The lives of new mothers and babies are at risk from poor conditions on maternity wards, the health watchdog has warned.
Chronic staff and equipment shortages make giving birth more dangerous than necessary, the Healthcare Commission found.
An investigation found poor organisation on wards, doctors who do not explain what is happening to patients, and dirty toilets as well as a shortage of midwives.
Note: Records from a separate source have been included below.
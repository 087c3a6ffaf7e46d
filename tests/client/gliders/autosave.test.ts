import { describe, expect, it } from 'vitest';
import { reduce, startDesk, type DeskEvent } from '#client/features/gliders/autosave.ts';
import { isDirty, isSendable, saveStateOf, type Desk } from '#client/features/gliders/desk-state.ts';
import type { Plan } from '#shared/core/plan.ts';
import { keptAt, naming, planNamed } from './plans.ts';

const kept = keptAt(3, planNamed('Plover'));
const edited = (name: string, at = 0): DeskEvent => ({
  type: 'edited',
  recipe: naming(name),
  what: name,
  at,
});
const run = (desk: Desk, ...events: DeskEvent[]) => events.reduce(reduce, desk);
const clean = startDesk(kept, null);
const broken: DeskEvent = {
  type: 'failed',
  passing: true,
  offline: true,
  signedOut: false,
  problem: 'no line',
};
const theirs = keptAt(4, planNamed('Plover, theirs'), 'Odile');

describe('the desk', () => {
  it('is saved until something is changed, and again once that is acknowledged', () => {
    const dirty = run(clean, edited('Plover II'));
    expect([saveStateOf(clean), saveStateOf(dirty)]).toEqual(['saved', 'unsaved']);
    const sent = run(dirty, { type: 'sent' });
    expect(saveStateOf(sent)).toBe('saving');
    const done = run(sent, { type: 'acknowledged', kept: keptAt(4, planNamed('Plover II')) });
    expect([saveStateOf(done), done.base.version]).toEqual(['saved', 4]);
  });

  it('still has to send what was typed while a save was on its way', () => {
    const desk = run(clean, edited('a'), { type: 'sent' }, edited('b', 9000), {
      type: 'acknowledged',
      kept: keptAt(4, planNamed('a')),
    });
    expect(desk.history.present.name).toBe('b');
    expect(isSendable(desk)).toBe(true);
  });

  it('sends nothing that is not valid and keeps the last valid plan for the figures', () => {
    const desk = run(clean, edited(''));
    expect([saveStateOf(desk), isSendable(desk), desk.valid.name]).toEqual(['invalid', false, 'Plover']);
    expect(desk.check.issues.get('name')).toBe('Must not be empty.');
  });

  it('waits on a broken line and is not sendable before a retry', () => {
    const desk = run(clean, edited('a'), { type: 'sent' }, broken);
    expect([saveStateOf(desk), isSendable(desk)]).toEqual(['offline', false]);
    expect(isSendable(run(desk, { type: 'retried' }))).toBe(true);
  });
});

describe('a stale version', () => {
  const conflict = run(
    clean,
    edited('Plover, mine'),
    { type: 'sent' },
    { type: 'outdated', current: theirs },
  );
  const choosing = (choice: 'mine' | 'theirs'): DeskEvent => ({
    type: 'decided',
    choices: new Map(conflict.conflicts.map(({ id }) => [id, choice])),
    at: 0,
  });

  it('keeps both states and sends nothing until each line is chosen', () => {
    expect([saveStateOf(conflict), isSendable(conflict)]).toEqual(['conflict', false]);
    expect(conflict.conflicts).toMatchObject([{ field: 'name', mine: [{ to: 'Plover, mine' }] }]);
    expect([conflict.history.present.name, conflict.theirs?.plan.name]).toEqual([
      'Plover, mine',
      'Plover, theirs',
    ]);
    expect(run(conflict, { type: 'decided', choices: new Map(), at: 0 })).toBe(conflict);
  });

  it('is settled for mine by sending it over their version', () => {
    const desk = run(conflict, choosing('mine'));
    expect([desk.base.version, desk.history.present.name, isSendable(desk)]).toEqual([
      4,
      'Plover, mine',
      true,
    ]);
  });

  it('is settled for theirs without losing mine, which an undo brings back', () => {
    const desk = run(conflict, choosing('theirs'));
    expect([desk.history.present.name, saveStateOf(desk)]).toEqual(['Plover, theirs', 'saved']);
    expect(run(desk, { type: 'undone' }).history.present.name).toBe('Plover, mine');
  });

  it('is no question any more once the edit that collided is taken back', () => {
    const desk = run(conflict, { type: 'undone' });
    expect([saveStateOf(desk), desk.history.present.name]).toEqual(['saved', 'Plover, theirs']);
  });

  it('goes on asking where an edit collides with the state that is waited for', () => {
    const more = run(conflict, edited('Plover, mine too', 9000));
    expect([saveStateOf(more), more.conflicts]).toMatchObject([
      'conflict',
      [{ mine: [{ to: 'Plover, mine too' }] }],
    ]);
  });

  it('is none when it is our own save whose answer was lost', () => {
    const current = keptAt(4, planNamed('a'));
    const desk = run(clean, edited('a'), { type: 'sent' }, broken, edited('b', 9000), {
      type: 'outdated',
      current,
    });
    expect([desk.phase, desk.base.version, desk.history.present.name]).toEqual(['idle', 4, 'b']);
  });
});

describe('a newer version that collides with nothing', () => {
  const weight = { id: 'lead', name: 'Lead', group: 'ballast', mass: 20, at: [-120, 0, 0] } as const;
  const longer: Plan = { ...planNamed('Plover'), items: [{ ...weight, at: [...weight.at] }] };
  const current = keptAt(4, longer, 'Odile');
  const joined = run(clean, edited('Plover II'), { type: 'sent' }, { type: 'outdated', current });

  it('is joined with the edits, said in a line, and sent over it', () => {
    expect(joined.history.present).toMatchObject({ name: 'Plover II', items: [{ id: 'lead' }] });
    expect([joined.base.version, isSendable(joined)]).toEqual([4, true]);
    expect(joined.news).toMatchObject({ by: 'Odile', changes: [{ path: 'items/lead', from: null }] });
    expect(run(joined, { type: 'newsRead' }).news).toBeNull();
  });

  it('is left alone by an undo of what was edited here', () => {
    const desk = run(joined, { type: 'undone' });
    expect([desk.history.present, saveStateOf(desk)]).toEqual([longer, 'saved']);
    expect(run(desk, { type: 'redone' }).history.present).toEqual(joined.history.present);
  });

  it('is taken in while nothing was edited, and is no step that an undo could take back', () => {
    const desk = run(clean, { type: 'refreshed', kept: current });
    expect([desk.history.present, saveStateOf(desk), desk.history.past]).toEqual([longer, 'saved', []]);
  });

  it('adds up in one line until it is read', () => {
    const next = keptAt(5, { ...longer, name: 'Plover III' }, 'Odile');
    const desk = run(clean, { type: 'refreshed', kept: current }, { type: 'refreshed', kept: next });
    expect(desk.news?.changes.map(({ path }) => path)).toEqual(['items/lead', '']);
  });
});

describe('news from the server', () => {
  it('ask where unsent edits changed the same, and never replace them', () => {
    const desk = run(clean, edited('mine'), { type: 'refreshed', kept: theirs });
    expect([desk.history.present.name, saveStateOf(desk)]).toEqual(['mine', 'conflict']);
  });

  it('wait for the answer of a save that is on its way', () => {
    const sending = run(clean, edited('mine'), { type: 'sent' });
    expect(run(sending, { type: 'refreshed', kept: theirs })).toBe(sending);
  });

  it('that are older than what is known change nothing', () => {
    expect(run(clean, { type: 'refreshed', kept: keptAt(2, planNamed('old')) })).toBe(clean);
  });
});

describe('bringing an older state back', () => {
  const back = keptAt(4, planNamed('Plover I'));

  it('is a step that an undo takes back', () => {
    const desk = run(clean, { type: 'sent' }, { type: 'broughtBack', kept: back, at: 0 });
    expect([desk.history.present.name, saveStateOf(desk), desk.base.version]).toEqual([
      'Plover I',
      'saved',
      4,
    ]);
    expect(run(desk, { type: 'undone' }).history.present.name).toBe('Plover');
  });

  it('leaves what was typed in the meantime on top', () => {
    const recipe = (plan: Plan): Plan => ({ ...plan, target: { percentMac: 40, tolerance: 2 } });
    const typing: DeskEvent = { type: 'edited', recipe, what: 'target', at: 0 };
    const desk = run(clean, { type: 'sent' }, typing, { type: 'broughtBack', kept: back, at: 0 });
    expect(desk.history.present).toMatchObject({ name: 'Plover I', target: { percentMac: 40 } });
    expect(isSendable(desk)).toBe(true);
  });
});

describe('opening with unsent edits', () => {
  const draft = {
    version: 3,
    plan: planNamed('mine'),
    base: kept.plan,
    sent: null,
    at: '2026-11-30T11:00:00.000Z',
  };

  it('puts them back over the version they were made on', () => {
    const desk = startDesk(kept, draft);
    expect([desk.history.present.name, isSendable(desk), desk.restored?.over.name]).toEqual([
      'mine',
      true,
      'Plover',
    ]);
  });

  it('joins them with what somebody saved in between', () => {
    const target = { percentMac: 40, tolerance: 2 };
    const desk = startDesk(keptAt(4, { ...kept.plan, target }, 'Odile'), draft);
    expect(desk.history.present).toMatchObject({ name: 'mine', target });
    expect([isSendable(desk), desk.base.version, desk.news?.by]).toEqual([true, 4, 'Odile']);
  });

  it('asks for whatever differs where it is not known what they were made on', () => {
    const desk = startDesk(keptAt(4, planNamed('Plover')), { ...draft, base: null });
    expect([saveStateOf(desk), desk.conflicts.map(({ path }) => path)]).toEqual(['conflict', ['']]);
  });

  it('asks when somebody saved the same in between', () => {
    const desk = startDesk(theirs, draft);
    expect([saveStateOf(desk), desk.history.present.name, desk.theirs?.version]).toEqual([
      'conflict',
      'mine',
      4,
    ]);
  });

  it('does not ask when it was our own save that arrived unnoticed', () => {
    const desk = startDesk(keptAt(4, planNamed('a')), { ...draft, sent: planNamed('a') });
    expect([saveStateOf(desk), desk.base.version]).toEqual(['unsaved', 4]);
  });

  it('goes on with the steps of this window, reload or not', () => {
    const before = run(clean, edited('a'), edited('mine', 9000), { type: 'undone' });
    const trail = structuredClone(before.history);
    const desk = startDesk(kept, { ...draft, plan: planNamed('a') }, trail);
    expect(run(desk, { type: 'redone' }).history.present.name).toBe('mine');
    expect(run(desk, { type: 'undone' }).history.present.name).toBe('Plover');
  });

  it('forgets them when they have arrived whole', () => {
    const desk = startDesk(keptAt(4, planNamed('mine')), draft);
    expect([isDirty(desk), desk.restored]).toEqual([false, null]);
  });
});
Bad management rather than a lack of money that is at the root of the problems, says the Commission report to MPs.
The situation is so bad that chairman Sir Ian Kennedy decided to highlight the concerns over maternity care ahead of publication of the broader report on the NHS to MPs today.
That will focus for the first time on patients' experience of the National Health Service.
Speaking ahead of the launch, Sir Ian called on all trusts to review their maternity services because of huge differences between the best and worst.
It is the first time he has issued such a strongly-worded warning about the state of NHS practices since the commission was set up two years ago.
"Our work has shown that these is too much poor practice that needs to be rooted out," Sir Ian said.
"Giving birth is probably safer now, in overall terms, than it ever was and there are lots of examples of good practice.
"However, this is an area where the consequences of things going wrong are very great.
"And there is growing evidence that in some places maternity services are not as good or safe as they should be."
The commission examined conditions at three maternity units - including one in the Midlands - that have suffered high mortality rates over the past two years.
One of the worst was at Northwick Park in north London where ten women died during or after birth.
However, common themes emerged during the course of the investigation, according to the commission.
At New Cross Hospital, Wolverhampton, a review by commission inspectors of 20 deaths between 2001 and 2003 found that half might have lived with better care.
The third investigation, at Ashford and St Peter's NHS Trust in Surrey, did not find evidence of unnecessary deaths but concluded " feuding" between consultants was jeopardising patient care.
Across the health service, Sir Ian fears staff shortages, aged buildings, poor training and weak management are hitting standards.
Health Minister Liam Byrne said: "Sir Ian Kennedy raises some extremely important issues, which we are taking seriously.
"We welcome his acknowledgement that giving birth is safer now than ever before and that very few babies or mothers die.
"However services are not yet good enough to meet the needs of all women and babies, wherever they live and whoever they are, and that is why the Government continues in reforming, as well as investing in, maternity services in the UK. This week we are bringing together the best brains in maternity to launch our action plan for world class maternity services."
Shadow health secretary Andrew Lansley said: "These findings show that despite increasing resources for the NHS, a lack of genuine reform means resources are wasted and services are not held accountable for the standards they meet."